Inoltre, dati etnografici ci mostrano come la guerra, per le società “primitive”, era una realtà costante e piuttosto estesa. Pierre Clastres, nell’Archeologia della Violenza, chiarisce le ragioni per cui nel discorso etnologico a lui coevo le società primitive appaiono essenzialmente delle società contro la violenza. Nella sua interpretazione “la guerra primitiva è invisibile [alle ricerche etnografiche] perché non ci sono più guerrieri per farla”.[2] L’unica eccezione è costituita dalla società degli Yanomami amazzonici nella quale, a causa dell’isolamento secolare che gli ha permesso di vivere “come se l’America non fosse mai stata scoperta”[3], è possibile scorgere l’onnipresenza della guerra.
In pratica l’etnologia non parla di guerra perché le società primitive studiate dagli etnologi sono già lungo il cammino della morte e, dunque, l’assenza di una riflessione sulla violenza può essere spiegata per la scomparsa della guerra in conseguenza della perdita della libertà di queste società. Al contrario, quando l’Europa entrò in contatto con quelle culture che verranno definite, secondo una logica oppositiva, società naturali, l’evidenza della guerra colpì i viaggiatori europei come è possibile intuire dalle note dei cronisti dell’epoca. Evidenza che, tra le altre cose, spinse Hobbes a giustificare la sua teoria sullo stato di natura appellandosi a dati osservabili.
Particolarmente interessante, poi, è la critica mossa all’interpretazione economicistica – ed alla sua “variante” marxista – della guerra e a quella scambista. Secondo il discorso economicista, l’economia primitiva è un’economia prevalentemente misera ed essenzialmente di sussistenza; in tale ottica la guerra appare come il risultato della scarsità delle risorse, dovuta a determinate forze produttive, la cui conseguenza non può essere altro che un incremento della competizione tra i gruppi per l’appropriazione delle risorse mancanti – da qui il conflitto armato.
Gli etnologi marxisti d’altro canto, precisa Clastres, non apportano nessun significativo cambio di prospettiva all’interpretazione economicistica. Marvin Harris e Daniel Gross, infatti, spiegano la guerra tra gli indiani amazzonici appellandosi alla scarsità di proteine nell’alimentazione, cosa che comporta la ricerca di territori nuovi e lo scontro con le popolazioni stanziate nei luoghi da conquistare. Siccome il processo storico è dominato dalla legge dello sviluppo delle forze produttive, è opportuno che vi sia “una sorta di grado zero”[4] di queste forze: una situazione di debolezza delle forze produttive. Questo il ruolo dell’economia primitiva la quale, per la situazione di miseria, non può fare altro che avviare lo sviluppo delle forze produttive. Riecheggia, dunque, la visione secondo la quale l’economia primitiva non sarebbe in grado di fornire un’alimentazione adeguata.

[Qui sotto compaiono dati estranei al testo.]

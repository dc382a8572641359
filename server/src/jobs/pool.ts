/**
 * The worker-thread pool that runs the engine for the metrics pipeline (piscina), sized to the cores
 * (`os.availableParallelism()`, or TB_METRICS_THREADS). One pool per process, created on first use.
 */
import { availableParallelism } from "node:os";
import { Piscina } from "piscina";
import type { MetricsTask, ObservedResult } from "./compute";

let pool: Piscina | undefined;

export function poolThreads(): number {
  const raw = process.env.TB_METRICS_THREADS;
  const n = raw ? Number(raw) : availableParallelism();
  return Number.isInteger(n) && n >= 1 ? n : availableParallelism();
}

function metricsPool(): Piscina {
  pool ??= new Piscina({
    filename: new URL("./metrics-thread.mjs", import.meta.url).href,
    minThreads: 1,
    maxThreads: poolThreads(),
    idleTimeout: 60_000,
  });
  return pool;
}

export function runObserved(task: Omit<Extract<MetricsTask, { kind: "observed" }>, "kind">): Promise<ObservedResult> {
  return metricsPool().run({ ...task, kind: "observed" }) as Promise<ObservedResult>;
}

export function runNulls(task: Omit<Extract<MetricsTask, { kind: "nulls" }>, "kind">): Promise<Array<number | null>> {
  return metricsPool().run({ ...task, kind: "nulls" }) as Promise<Array<number | null>>;
}

export async function closePool(): Promise<void> {
  if (pool) {
    const p = pool;
    pool = undefined;
    await p.destroy();
  }
}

In realtà, su questo punto Clastres non è preciso; i testi di Marvin Harris invece ci rivelano che anch’esso era cosciente dell’abbondanza dell’economia primitiva. In Cannibali e Re, come è evidenziato nell’articolo del Collettivo Anarchico Incubo Meccanico, Harris accenna allo stile di vita dei primitivi i quali “vivevano una vita molto più sana di quella di molti dei loro posteri”.[5] Sicuramente la quantità di lavoro era minore rispetto al periodo in cui si sviluppò l’agricoltura: secondo Harris, per esempio, “il segreto delle così poche ore dedicate dai boscimani alla caccia e alla raccolta sta nell’abbondanza e nell’accessibilità delle risorse disponibili: animali e piante”.[6] L’abbondanza e il tempo libero sarebbero il risultato di una densità demografica bassa. “Studi di cacciatori raccoglitori di oggi e del recente passato rivelano che la pratica dell’agricoltura è spesso trascurata non per ignoranza ma per convenienza (…). I cacciatori-raccoglitori spesso dicono di possedere tutte le capacità e le tecniche necessarie per la pratica dell’agricoltura ma si astengono dal coltivare alcunché”.[7]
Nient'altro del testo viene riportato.